## PROVIDED MATERIAL
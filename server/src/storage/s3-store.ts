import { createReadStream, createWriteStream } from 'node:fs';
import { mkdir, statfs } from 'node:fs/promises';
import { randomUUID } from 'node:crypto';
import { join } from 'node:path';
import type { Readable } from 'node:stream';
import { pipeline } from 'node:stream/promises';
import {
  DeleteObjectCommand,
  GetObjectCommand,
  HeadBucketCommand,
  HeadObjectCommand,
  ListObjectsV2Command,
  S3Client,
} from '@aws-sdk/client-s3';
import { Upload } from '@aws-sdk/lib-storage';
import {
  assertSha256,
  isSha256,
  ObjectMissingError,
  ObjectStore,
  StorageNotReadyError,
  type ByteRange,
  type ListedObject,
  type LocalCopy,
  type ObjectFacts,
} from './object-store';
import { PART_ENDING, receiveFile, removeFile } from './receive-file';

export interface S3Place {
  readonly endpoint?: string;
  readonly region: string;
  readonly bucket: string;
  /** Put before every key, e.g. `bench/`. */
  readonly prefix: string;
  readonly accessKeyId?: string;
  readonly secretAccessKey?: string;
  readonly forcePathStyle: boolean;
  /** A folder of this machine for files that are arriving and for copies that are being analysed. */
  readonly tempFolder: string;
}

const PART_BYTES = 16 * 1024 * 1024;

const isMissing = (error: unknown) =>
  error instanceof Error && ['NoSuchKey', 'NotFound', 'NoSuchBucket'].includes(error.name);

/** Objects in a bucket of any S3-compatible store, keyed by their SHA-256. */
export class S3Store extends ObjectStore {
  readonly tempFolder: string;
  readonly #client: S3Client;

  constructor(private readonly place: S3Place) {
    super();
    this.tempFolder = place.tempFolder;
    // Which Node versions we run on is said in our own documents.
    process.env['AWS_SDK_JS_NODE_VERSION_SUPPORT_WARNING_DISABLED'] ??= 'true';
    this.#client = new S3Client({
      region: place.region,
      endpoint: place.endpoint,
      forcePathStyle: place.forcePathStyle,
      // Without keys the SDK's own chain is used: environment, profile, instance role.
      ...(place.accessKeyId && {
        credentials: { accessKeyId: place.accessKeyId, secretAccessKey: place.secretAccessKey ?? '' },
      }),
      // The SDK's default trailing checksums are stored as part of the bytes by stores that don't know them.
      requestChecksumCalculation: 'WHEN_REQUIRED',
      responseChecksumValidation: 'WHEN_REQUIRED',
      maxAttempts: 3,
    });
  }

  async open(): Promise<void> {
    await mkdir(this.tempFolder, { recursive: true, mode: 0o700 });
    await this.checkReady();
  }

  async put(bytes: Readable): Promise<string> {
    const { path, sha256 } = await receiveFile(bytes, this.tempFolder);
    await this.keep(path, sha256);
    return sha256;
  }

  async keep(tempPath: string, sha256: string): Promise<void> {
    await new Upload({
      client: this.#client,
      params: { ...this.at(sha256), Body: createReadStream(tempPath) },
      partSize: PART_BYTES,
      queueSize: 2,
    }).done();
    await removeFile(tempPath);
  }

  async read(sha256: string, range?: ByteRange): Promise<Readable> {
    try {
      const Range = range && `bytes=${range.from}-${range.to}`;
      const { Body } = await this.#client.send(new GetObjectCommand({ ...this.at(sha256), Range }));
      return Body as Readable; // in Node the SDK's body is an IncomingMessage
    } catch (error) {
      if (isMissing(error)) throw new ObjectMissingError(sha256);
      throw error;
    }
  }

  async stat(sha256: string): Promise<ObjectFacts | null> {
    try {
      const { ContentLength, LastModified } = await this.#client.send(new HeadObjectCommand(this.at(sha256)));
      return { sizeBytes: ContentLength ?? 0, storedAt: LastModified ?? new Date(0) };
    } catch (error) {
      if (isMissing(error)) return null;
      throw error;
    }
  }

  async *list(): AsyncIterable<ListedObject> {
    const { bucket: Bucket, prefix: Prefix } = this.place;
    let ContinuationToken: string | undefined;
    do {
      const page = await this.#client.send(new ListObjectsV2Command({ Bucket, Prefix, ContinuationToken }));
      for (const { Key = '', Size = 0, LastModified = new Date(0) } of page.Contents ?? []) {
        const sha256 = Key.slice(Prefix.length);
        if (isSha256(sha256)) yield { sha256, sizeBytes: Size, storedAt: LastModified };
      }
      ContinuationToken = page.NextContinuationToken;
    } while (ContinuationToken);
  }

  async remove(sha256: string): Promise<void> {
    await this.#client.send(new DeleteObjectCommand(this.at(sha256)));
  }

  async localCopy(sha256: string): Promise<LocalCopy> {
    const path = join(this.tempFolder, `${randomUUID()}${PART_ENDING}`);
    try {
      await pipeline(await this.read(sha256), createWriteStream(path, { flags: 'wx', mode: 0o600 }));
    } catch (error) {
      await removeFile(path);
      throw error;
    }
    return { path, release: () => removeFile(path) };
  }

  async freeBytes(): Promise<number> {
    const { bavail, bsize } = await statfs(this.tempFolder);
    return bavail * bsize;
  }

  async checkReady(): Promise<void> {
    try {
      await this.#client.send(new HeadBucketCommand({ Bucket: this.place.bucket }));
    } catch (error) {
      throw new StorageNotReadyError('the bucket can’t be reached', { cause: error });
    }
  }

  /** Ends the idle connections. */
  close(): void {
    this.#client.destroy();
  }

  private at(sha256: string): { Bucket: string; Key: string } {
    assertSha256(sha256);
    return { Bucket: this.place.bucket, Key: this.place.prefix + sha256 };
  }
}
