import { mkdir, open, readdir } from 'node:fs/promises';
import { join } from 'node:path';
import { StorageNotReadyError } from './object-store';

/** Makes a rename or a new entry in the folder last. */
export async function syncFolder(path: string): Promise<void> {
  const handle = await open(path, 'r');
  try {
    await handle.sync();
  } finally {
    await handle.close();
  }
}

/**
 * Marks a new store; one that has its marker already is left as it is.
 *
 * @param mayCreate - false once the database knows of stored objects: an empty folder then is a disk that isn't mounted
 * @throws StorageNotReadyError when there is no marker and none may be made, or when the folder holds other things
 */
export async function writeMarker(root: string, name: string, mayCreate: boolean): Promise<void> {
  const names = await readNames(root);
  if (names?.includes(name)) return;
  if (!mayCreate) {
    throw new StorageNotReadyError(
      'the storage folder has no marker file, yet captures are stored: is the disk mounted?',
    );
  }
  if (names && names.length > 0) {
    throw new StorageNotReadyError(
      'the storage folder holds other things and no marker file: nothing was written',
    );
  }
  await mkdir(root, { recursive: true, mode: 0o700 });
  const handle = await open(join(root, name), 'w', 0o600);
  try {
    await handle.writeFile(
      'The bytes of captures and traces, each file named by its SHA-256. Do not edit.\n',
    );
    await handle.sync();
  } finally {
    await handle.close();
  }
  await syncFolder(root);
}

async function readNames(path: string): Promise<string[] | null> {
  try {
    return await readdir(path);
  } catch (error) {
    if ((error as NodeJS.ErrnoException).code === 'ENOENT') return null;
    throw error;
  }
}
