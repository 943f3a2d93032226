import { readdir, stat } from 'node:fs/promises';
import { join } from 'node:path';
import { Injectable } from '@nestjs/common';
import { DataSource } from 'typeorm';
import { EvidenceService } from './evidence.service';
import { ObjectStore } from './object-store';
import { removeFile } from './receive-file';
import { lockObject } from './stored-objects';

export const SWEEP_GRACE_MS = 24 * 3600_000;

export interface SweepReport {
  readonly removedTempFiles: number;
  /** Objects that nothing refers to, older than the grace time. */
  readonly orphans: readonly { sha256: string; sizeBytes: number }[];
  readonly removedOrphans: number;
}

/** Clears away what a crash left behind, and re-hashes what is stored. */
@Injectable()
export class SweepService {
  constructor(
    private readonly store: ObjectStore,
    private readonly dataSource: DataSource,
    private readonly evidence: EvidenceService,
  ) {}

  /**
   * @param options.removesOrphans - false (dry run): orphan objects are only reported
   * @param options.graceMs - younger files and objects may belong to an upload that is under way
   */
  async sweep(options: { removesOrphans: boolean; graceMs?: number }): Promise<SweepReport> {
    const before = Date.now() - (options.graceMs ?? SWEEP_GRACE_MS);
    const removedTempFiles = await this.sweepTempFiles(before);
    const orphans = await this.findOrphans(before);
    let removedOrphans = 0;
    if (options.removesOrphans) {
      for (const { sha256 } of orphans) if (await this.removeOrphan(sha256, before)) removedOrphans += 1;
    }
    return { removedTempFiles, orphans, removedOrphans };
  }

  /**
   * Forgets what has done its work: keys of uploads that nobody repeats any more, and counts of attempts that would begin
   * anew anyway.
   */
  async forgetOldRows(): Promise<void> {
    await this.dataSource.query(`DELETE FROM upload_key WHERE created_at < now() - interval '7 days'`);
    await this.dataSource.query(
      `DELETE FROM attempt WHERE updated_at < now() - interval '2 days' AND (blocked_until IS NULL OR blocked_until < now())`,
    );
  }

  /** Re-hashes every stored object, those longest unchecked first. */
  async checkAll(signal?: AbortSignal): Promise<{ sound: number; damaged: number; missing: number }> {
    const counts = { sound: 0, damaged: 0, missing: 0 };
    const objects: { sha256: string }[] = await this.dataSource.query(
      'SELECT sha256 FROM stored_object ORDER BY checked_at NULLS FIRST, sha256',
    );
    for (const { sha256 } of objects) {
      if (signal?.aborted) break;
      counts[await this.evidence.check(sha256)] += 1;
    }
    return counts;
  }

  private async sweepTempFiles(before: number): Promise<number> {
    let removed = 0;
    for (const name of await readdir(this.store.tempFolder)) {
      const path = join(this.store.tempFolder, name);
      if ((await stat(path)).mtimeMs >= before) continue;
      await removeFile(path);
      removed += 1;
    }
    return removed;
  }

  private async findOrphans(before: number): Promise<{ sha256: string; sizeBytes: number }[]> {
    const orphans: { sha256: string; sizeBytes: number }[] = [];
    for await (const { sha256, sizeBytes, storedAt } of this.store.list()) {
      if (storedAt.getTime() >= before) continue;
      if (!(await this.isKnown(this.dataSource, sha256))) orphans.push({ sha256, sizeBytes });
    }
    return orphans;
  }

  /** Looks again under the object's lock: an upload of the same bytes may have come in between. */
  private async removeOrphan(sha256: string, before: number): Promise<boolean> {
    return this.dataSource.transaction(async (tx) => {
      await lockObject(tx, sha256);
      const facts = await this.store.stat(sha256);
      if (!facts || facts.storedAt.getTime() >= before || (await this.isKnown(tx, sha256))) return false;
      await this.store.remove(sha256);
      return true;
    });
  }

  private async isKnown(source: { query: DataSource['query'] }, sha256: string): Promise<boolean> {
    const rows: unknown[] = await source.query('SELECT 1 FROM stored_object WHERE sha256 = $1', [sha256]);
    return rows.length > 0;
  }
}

==

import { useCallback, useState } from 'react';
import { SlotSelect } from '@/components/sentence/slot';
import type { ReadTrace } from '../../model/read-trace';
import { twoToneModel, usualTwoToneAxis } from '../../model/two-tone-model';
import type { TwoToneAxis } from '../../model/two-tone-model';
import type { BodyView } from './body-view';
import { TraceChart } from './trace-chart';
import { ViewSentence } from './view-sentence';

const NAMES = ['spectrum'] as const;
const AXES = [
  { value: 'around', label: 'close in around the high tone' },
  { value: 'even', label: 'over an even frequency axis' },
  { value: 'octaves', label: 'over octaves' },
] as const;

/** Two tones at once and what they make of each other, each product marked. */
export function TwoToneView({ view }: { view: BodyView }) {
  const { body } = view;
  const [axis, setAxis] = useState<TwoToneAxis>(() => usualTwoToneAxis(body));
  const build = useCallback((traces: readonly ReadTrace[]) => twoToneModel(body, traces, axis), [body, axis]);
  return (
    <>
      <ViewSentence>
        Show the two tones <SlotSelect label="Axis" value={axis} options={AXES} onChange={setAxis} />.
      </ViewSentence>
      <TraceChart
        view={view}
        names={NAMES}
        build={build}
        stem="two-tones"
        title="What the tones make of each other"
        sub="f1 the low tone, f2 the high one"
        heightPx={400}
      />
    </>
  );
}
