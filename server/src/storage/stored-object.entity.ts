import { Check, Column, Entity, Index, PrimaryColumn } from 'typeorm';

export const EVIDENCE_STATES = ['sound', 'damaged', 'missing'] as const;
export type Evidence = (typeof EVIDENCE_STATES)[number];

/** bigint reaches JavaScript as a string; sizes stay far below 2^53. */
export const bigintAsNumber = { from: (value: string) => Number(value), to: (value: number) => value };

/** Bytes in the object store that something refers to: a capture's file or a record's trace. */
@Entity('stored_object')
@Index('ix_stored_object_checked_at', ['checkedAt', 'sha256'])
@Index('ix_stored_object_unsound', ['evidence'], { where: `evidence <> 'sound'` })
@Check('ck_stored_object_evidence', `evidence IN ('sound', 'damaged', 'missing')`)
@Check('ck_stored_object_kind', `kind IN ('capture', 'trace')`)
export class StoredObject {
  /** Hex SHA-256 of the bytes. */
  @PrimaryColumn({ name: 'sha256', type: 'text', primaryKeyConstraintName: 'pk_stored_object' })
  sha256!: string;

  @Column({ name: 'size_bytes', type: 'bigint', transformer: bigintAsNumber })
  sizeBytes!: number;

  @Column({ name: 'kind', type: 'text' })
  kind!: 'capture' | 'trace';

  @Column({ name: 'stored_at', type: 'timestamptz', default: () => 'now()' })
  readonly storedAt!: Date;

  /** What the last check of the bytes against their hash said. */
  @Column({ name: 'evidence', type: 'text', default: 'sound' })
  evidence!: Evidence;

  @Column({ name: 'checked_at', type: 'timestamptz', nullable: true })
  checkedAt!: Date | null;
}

## YOUR GOAL
Read through the entries above, and wherever a line holds the string "high", copy it.

## OUTPUT OF THE TASK
  { value: 'around', label: 'close in around the high tone' },
        sub="f1 the low tone, f2 the high one"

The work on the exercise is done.